The most annoying "feature" it has IMO is the bill due reminders.  These almost invariably show after I have already paid them, and often the amounts are wrong as well.  More to ignore.
Title: Re: Mint - I love you but I don't agree with you
Post by: WildJager on November 02, 2015, 07:02:40 PM
That's the typical flow for free software.  Clean and smooth at first, but eventually it just becomes dirty with advertisements.  Your options for quality products are frankly three fold: 1) Enjoy the free software an ignore the ads, 2) Pay a premium for a slicker, more respectful interface or 3) Swap to the latest new service all the time and start all over before they become ad riddled.  3 becomes tiresome from personal experience, so I usually pay a nominal amount if I like the software enough. (Kindle with no ads, Spotify premium, YNAB over mint, etc). 
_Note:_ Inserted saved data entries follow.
async fn coordinates_must_match_the_dimension(b: Backend) {
    let (app, t) = with_wall(b, Limits::default()).await;
    let r = put_points(
        &app,
        &t,
        json!({"points": [
            {"id": "P1", "x": [0, 0, 0]},
            {"id": "P2", "x": [1]},
            {"id": "P3", "x": [1, 2]},
        ]}),
    )
    .await;
    r.problem(422);
    assert_eq!(r.pointers(), ["/points/0/x", "/points/1/x"]);
    // A 3D structure wants three.
    let mut s3 = local_2d("Dam");
    s3["dimension"] = json!(3);
    let r = app
        .call(Method::PUT, "/v1/structures/DAM-1", Some(&t), Some(s3))
        .await;
    assert_eq!(r.status, 201);
    let r = app
        .call(
            Method::PUT,
            "/v1/structures/DAM-1/points",
            Some(&t),
            Some(json!({"points": [{"id": "P1", "x": [0, 0]}]})),
        )
        .await;
    r.problem(422);
    assert_eq!(r.pointers(), ["/points/0/x"]);
    // Only 2 or 3 dimensions exist.
    let mut s4 = local_2d("Odd");
    s4["dimension"] = json!(4);
    let r = app
        .call(Method::PUT, "/v1/structures/ODD-1", Some(&t), Some(s4))
        .await;
    r.problem(422);
    assert_eq!(r.pointers(), ["/dimension"]);
}

async fn sigma_must_be_positive_and_one_per_dimension(b: Backend) {
    let (app, t) = with_wall(b, Limits::default()).await;
    let r = put_points(
        &app,
        &t,
        json!({"points": [
            {"id": "P1", "x": [0, 0], "sigma": [0, 1]},
            {"id": "P2", "x": [1, 0], "sigma": [1, -0.5]},
            {"id": "P3", "x": [2, 0], "sigma": [1]},
            {"id": "P4", "x": [3, 0], "sigma": [0.5, 0.5]},
        ]}),
    )
    .await;
    r.problem(422);
    assert_eq!(
        r.pointers(),
        ["/points/0/sigma/0", "/points/1/sigma/1", "/points/2/sigma"]
    );
    assert_eq!(stored_points(&app, &t).await, json!([]));
}

async fn unknown_structures_are_404(b: Backend) {
    let (app, t) = with_wall(b, Limits::default()).await;
    for (m, path, body) in [
        (Method::GET, "/v1/structures/NOPE", None),
        (Method::DELETE, "/v1/structures/NOPE", None),
        (Method::GET, "/v1/structures/NOPE/points", None),
        (
            Method::PUT,
            "/v1/structures/NOPE/points",
            Some(json!({"points": [{"id": "P1", "x": [0, 0]}]})),
        ),
    ] {
        let r = app.call(m.clone(), path, Some(&t), body).await;
        let p = r.problem(404);
        assert!(
            p["detail"].as_str().is_some_and(|d| d.contains("NOPE")),
            "{m} {path}: {p}"
        );
    }
    // Deleting twice: the second is a 404.
    assert_eq!(
        app.call(Method::DELETE, PATH, Some(&t), None).await.status,
        204
    );
    app.call(Method::DELETE, PATH, Some(&t), None)
        .await
        .problem(404);
    app.call(Method::GET, POINTS, Some(&t), None)
        .await
        .problem(404);
}
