/// The part of [`prepare`] after the input has been read: check the flags, build the
/// regions and the header. `epochs` are positions in metres; `rows` stand for the file
/// named by `--elements` or `--groups` (the flag must be set, with any label, and
/// match `method`). The header names `a.points_file` as the input. Nothing is read or
/// written.
pub fn prepare_from(
    a: &AnalyzeArgs,
    method: Method,
    epochs: EpochSeries,
    rows: RegionRows,
) -> Result<SeriesRequest, CliError> {
    check_method_flags(a, method)?;
    let thermal = thermal(a)?;
    let labels = epochs.labels().join(", ");
    let Some(baseline) = a.baseline.clone() else {
        return Err(usage(format!(
            "--series needs --baseline LABEL, one of the epochs: {labels}"
        )));
    };
    let unit = a.length_unit;
    let (regions, members, file_param) = match (method, rows) {
        (Method::Elements, RegionRows::Elements(rows)) => {
            let path = a
                .elements
                .as_deref()
                .ok_or_else(|| usage("--method elements needs --elements FILE"))?;
            let members = rows
                .iter()
                .map(|e| (e.id.clone(), e.vertices.clone()))
                .collect();
            let elements = rows
                .into_iter()
                .map(|e| ElementSpec::new(e.id, e.vertices))
                .collect();
            let thresholds = QualityThresholds {
                min_angle_rad: a.min_angle_deg.to_radians(),
                max_aspect_ratio: a.max_aspect_ratio,
            };
            (
                Regions::Elements {
                    elements,
                    policy: OrientationPolicy::Require,
                    thresholds,
                },
                members,
                ("elements_file", path.display().to_string()),
            )
        }
        (Method::Groups, RegionRows::Groups(rows)) => {
            let path = a
                .groups
                .as_deref()
                .ok_or_else(|| usage("--method groups needs --groups FILE"))?;
            let members = rows
                .iter()
                .map(|g| (g.name.clone(), g.point_ids.clone()))
                .collect();
            let groups = rows
                .into_iter()
                .map(|g| Group {
                    name: g.name,
                    point_ids: g.point_ids,
                })
                .collect();
            let distance_weight = match (a.weighting, a.weight_scale) {
                (Weighting::None, _) => DistanceWeight::None,
                (Weighting::Gaussian, Some(l)) => DistanceWeight::Gaussian {
                    scale_m: unit.to_metres(l),
                },
                (Weighting::Quadratic, Some(l)) => DistanceWeight::QuadraticDecay {
                    radius_m: unit.to_metres(l),
                },
                (_, None) => {
                    return Err(usage(
                        "--weighting gaussian|quadratic needs --weight-scale L",
                    ));
                }
            };
            let options = FitOptions {
                use_precision: a.use_precision,
                distance_weight,
                ..FitOptions::default()
            };
            options.validate()?;
            (
                Regions::Groups { groups, options },
                members,
                ("groups_file", path.display().to_string()),
            )
        }
        (m, _) => {
            return Err(usage(format!(
                "--method {} does not match the regions given",
                m.name()
            )));
        }
    };

    let mut header = Header::new(
        a.points_file.display().to_string(),
        epochs.distinct_points(),
        epochs.dimension(),
        method.name(),
        unit,
        a.strain_unit,
    );
    let p = &mut header.parameters;
    p.push(("series".into(), Cell::Bool(true)));
    p.push(("baseline".into(), Cell::Text(baseline.clone())));
    p.push((
        "epochs".into(),
        Cell::Int(i64::try_from(epochs.len()).unwrap_or(i64::MAX)),
    ));
    p.push(("epoch_labels".into(), Cell::Text(labels)));
    p.push((file_param.0.into(), Cell::Text(file_param.1)));
    match method {
        Method::Elements => {
            p.push(("min_angle_deg".into(), Cell::Num(a.min_angle_deg)));
            p.push(("max_aspect_ratio".into(), Cell::Num(a.max_aspect_ratio)));
        }
        _ => {
            let w = match a.weighting {
                Weighting::None => "none",
                Weighting::Gaussian => "gaussian",
                Weighting::Quadratic => "quadratic",
            };
            p.push(("weighting".into(), Cell::Text(w.into())));
            if let Some(l) = a.weight_scale {
                p.push((format!("weight_scale_{}", unit.label()), Cell::Num(l)));
            }
            p.push(("use_precision".into(), Cell::Bool(a.use_precision)));
        }
    }
    match &thermal {
        Some((th, mat)) => {
            p.push(("thermal_alpha_per_k".into(), Cell::Num(th.alpha_per_k)));
            p.push((
                "thermal_alpha_from".into(),
                Cell::Text(mat.as_ref().map_or_else(
                    || "--thermal-alpha".to_owned(),
                    |id| format!("material {id}"),
                )),
            ));
        }
        None => p.push(("thermal_alpha_per_k".into(), Cell::Text("none".into()))),
    }
    p.push((
        "rate_weighting".into(),
        Cell::Text(
            "1/sd^2 from the stated precision, baseline left out, intercept free, where every \
             point of a region states sigma (see `weighted`); else equal weights"
                .into(),
        ),
    ));
    p.push(("increment_test_alpha".into(), Cell::Num(a.alpha)));
    p.push((
        "days_per_year".into(),
        Cell::Num(kinema_core::timeseries::DAYS_PER_JULIAN_YEAR),
    ));
    p.push(("strain_resolution".into(), Cell::Num(a.strain_resolution)));

    Ok(SeriesRequest {
        epochs,
        regions,
        members,
        options: SeriesOptions {
            baseline,
            thermal: thermal.map(|(th, _)| th),
            weighting: RateWeighting::Precision,
            alpha: a.alpha,
            trust_apriori: a.trust_apriori,
        },
        units: Units {
            length: unit,
            strain: a.strain_unit,
            precision_weighted: a.use_precision,
        },
        strain_resolution: a.strain_resolution,
        header,
    })
}

/// What a strain component column holds.
fn component_meaning(name: &str) -> &'static str {
    match name {
        "exx" => "normal strain along x, extension positive",
        "eyy" => "normal strain along y, extension positive",
        "ezz" => "normal strain along z, extension positive",
        "exy" => "tensor shear strain exy = gxy/2",
        "eyz" => "tensor shear strain eyz = gyz/2",
        "exz" => "tensor shear strain exz = gxz/2",
        _ => "strain component",
    }
}

/// Engineering shear names and the index of their tensor shear in the strain vector.
fn engineering<const D: usize>() -> &'static [(&'static str, usize)] {
    if D == 2 {
        &[("gxy", 2)]
    } else {
        &[("gxy", 3), ("gyz", 4), ("gxz", 5)]
    }
}

/// Rotation column names (degrees).
fn rotation_names<const D: usize>() -> &'static [(&'static str, &'static str)] {
    if D == 2 {
        &[(
            "rotation",
            "rigid rotation (duy/dx - dux/dy)/2, counter-clockwise positive",
        )]
    } else {
        &[
            ("wx", "rigid rotation about x, right-hand rule (curl(u)/2)"),
            ("wy", "rigid rotation about y, right-hand rule"),
            ("wz", "rigid rotation about z, right-hand rule"),
        ]
    }
}

/// Compensated normal strain column names.
fn compensated_names<const D: usize>() -> &'static [(&'static str, &'static str)] {
    let all: &'static [(&'static str, &'static str)] = &[
        (
            "exx_compensated",
            "exx with the free thermal strain removed: exx - thermal_strain",
        ),
        ("eyy_compensated", "eyy - thermal_strain"),
        ("ezz_compensated", "ezz - thermal_strain"),
    ];
    &all[..D]
}

fn cumulative_columns<const D: usize>(u: Units, thermal: bool) -> Vec<Column>
where
    Dim<D>: StrainRow<D>,
{
    let s = u.strain.label();
    let mut c = vec![
        Column::new("region", "", "element ID or group name"),
        Column::new("epoch", "", "epoch label"),
        Column::new("time", "", "epoch time, RFC 3339, UTC"),
        Column::new(
            "days_from_baseline",
            "",
            "days (86 400 s) since the baseline epoch, negative before it",
        ),
    ];
    // The strain columns of every other method, without label, members and centroid.
    c.extend(<Dim<D>>::columns(u, Extra::None).into_iter().skip(2 + D));
    if thermal {
        c.push(Column::new(
            "temperature",
            "degc",
            "recorded temperature of the epoch",
        ));
        c.push(Column::new(
            "thermal_strain",
            s,
            "free thermal strain alpha*(T - T_baseline) removed from the normal strains",
        ));
        for (n, m) in compensated_names::<D>() {
            c.push(Column::new(n, s, m));
        }
    }
    let sd: &[&str] = if D == 2 {
        &["sd_exx", "sd_eyy", "sd_exy"]
    } else {
        &["sd_exx", "sd_eyy", "sd_ezz", "sd_exy", "sd_eyz", "sd_exz"]
    };
    for n in sd {
        c.push(Column::new(
            n,
            s,
            "a-priori standard deviation of the cumulative strain component, propagated \
             from the stated sigmas (0 at the baseline; empty without stated precision)",
        ));
    }
    c
}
I'm rueing the day Personal Capitol goes to the dark side.  They've been so enjoyable so far.  Though I know it's only a matter of time.
Title: Re: Mint - I love you but I don't agree with you
Post by: vogon poetry on November 13, 2015, 10:59:12 AM
What's a good (free?) replacement for Mint? Other than having your own spreadsheets with dozens of variables (I'm not opposed to this, but automatic gathering of all my balances and debts is convenient in Mint)

Supposedly Personal Capital is good. But I've had issues- I have literally NEVER gotten all my accounts to sync. And I've had FOUR phone calls with them. They are super nice and helpful on the phone... but then nothing ever starts working. Which really sucks.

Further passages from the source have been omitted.